------ Material provided ------
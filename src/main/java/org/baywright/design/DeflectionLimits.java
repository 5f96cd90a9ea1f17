package org.baywright.design;

/**
 * Deflection limits as span ratios (L/360 → 360). These are project criteria, not clauses of AISC
 * 360: the defaults are the floor-member limits of IBC Table 1604.3 (L/360 under live load, L/240
 * under dead plus live). A ratio of 0 turns that check off.
 */
public record DeflectionLimits(double live, double total) {
    /** The source cited for the default limits. */
    public static final String SOURCE = "IBC Table 1604.3";

    /** Floor members: L/360 live, L/240 total (IBC Table 1604.3). */
    public static final DeflectionLimits FLOOR = new DeflectionLimits(360, 240);

    public DeflectionLimits {
        if (live < 0 || total < 0 || !Double.isFinite(live) || !Double.isFinite(total)) {
            throw new IllegalArgumentException("deflection limits must be span ratios ≥ 0 (0 = off)");
        }
    }
}
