package org.baywright.design;

import java.util.Set;
import org.baywright.catalog.Section;

/**
 * Which catalog sections a search may choose.
 *
 * @param minDepth lower limit on the actual depth d, m (0 = none)
 * @param maxDepth upper limit on the actual depth d, m (infinity = none): what a ceiling plenum sees
 * @param series nominal-depth series allowed, e.g. {@code W14, W16} (empty = all)
 * @param excluded designations never chosen
 */
public record SearchFilter(double minDepth, double maxDepth, Set<String> series, Set<String> excluded) {
    /**
     * A depth limit admits sections this much deeper (m, a nanometre): a limit typed as the catalog's own
     * depth (24in = 0.6096 m) must admit that section after unit conversion.
     */
    public static final double DEPTH_ROUNDING = 1e-9;


    public static final SearchFilter ALL = new SearchFilter(0, Double.POSITIVE_INFINITY, Set.of(), Set.of());

    public SearchFilter {
        series = Set.copyOf(series);
        excluded = Set.copyOf(excluded);
        if (minDepth < 0 || !(maxDepth > 0) || minDepth > maxDepth) {
            throw new IllegalArgumentException("depth limits must satisfy 0 ≤ min ≤ max");
        }
    }

    /** Whether the search may choose {@code s}. */
    public boolean allows(Section s) {
        double d = s.depth();
        return d >= minDepth - DEPTH_ROUNDING && d <= maxDepth + DEPTH_ROUNDING
                && (series.isEmpty() || series.contains(s.series()))
                && !excluded.contains(s.designation());
    }
}
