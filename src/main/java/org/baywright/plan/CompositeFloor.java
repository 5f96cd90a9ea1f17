package org.baywright.plan;

/**
 * How the members of one floor layout work with its slab.
 *
 * @param mode composite, non-composite, or per member
 * @param shored true when the beams are shored while the concrete hardens (every load then acts on the
 *     composite section; no construction stage, no camber); false (the default) for unshored
 * @param constructionLive the construction live load on the bare steel while the concrete is placed, Pa
 *     (default 20 psf: ASCE/SEI 37, from memory; AISC Design Examples V15 use 25 psf)
 * @param sizeForVibration true when the floor's bays must meet the walking-vibration limit (AISC Design Guide 11)
 *     and their beams or girders are stiffened until they do; false when the check is only reported (files
 *     without the key)
 */
public record CompositeFloor(CompositeMode mode, boolean shored, double constructionLive, boolean sizeForVibration) {
    /** 20 psf, Pa. */
    public static final double DEFAULT_CONSTRUCTION_LIVE = 20 * 4.4482216152605 / (0.3048 * 0.3048);
    /** Bare steel: what a plan file without the setting means (files written before composite floors). */
    public static final CompositeFloor NONE = new CompositeFloor(CompositeMode.NON_COMPOSITE, false, DEFAULT_CONSTRUCTION_LIVE,
            false);
    /** Composite, unshored, 20 psf construction live load: what new plans start with. */
    public static final CompositeFloor DEFAULT = new CompositeFloor(CompositeMode.COMPOSITE, false, DEFAULT_CONSTRUCTION_LIVE,
            false);

    public CompositeFloor {
        if (mode == null) {
            throw new IllegalArgumentException("composite floor: the mode is required");
        }
        if (!(constructionLive >= 0) || !Double.isFinite(constructionLive)) {
            throw new IllegalArgumentException("composite floor: the construction live load must be ≥ 0, got " + constructionLive);
        }
    }

    /** A setting whose vibration check is only reported. */
    public CompositeFloor(CompositeMode mode, boolean shored, double constructionLive) {
        this(mode, shored, constructionLive, false);
    }

    /** True when member {@code m} with slab under it acts compositely on this floor. */
    public boolean composite(Member m) {
        return switch (mode) {
            case COMPOSITE -> m.composite().orElse(true);
            case NON_COMPOSITE -> false;
            case PER_MEMBER -> m.composite().orElse(false);
        };
    }

    public CompositeFloor withMode(CompositeMode m) {
        return new CompositeFloor(m, shored, constructionLive, sizeForVibration);
    }

    public CompositeFloor withShored(boolean s) {
        return new CompositeFloor(mode, s, constructionLive, sizeForVibration);
    }

    public CompositeFloor withConstructionLive(double q) {
        return new CompositeFloor(mode, shored, q, sizeForVibration);
    }

    public CompositeFloor withSizeForVibration(boolean on) {
        return new CompositeFloor(mode, shored, constructionLive, on);
    }
}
------
**Task details:**
Across the records above, return every line that contains the word "slab".

**Answer section:**
 * How the members of one floor layout work with its slab.
    /** True when member {@code m} with slab under it acts compositely on this floor. */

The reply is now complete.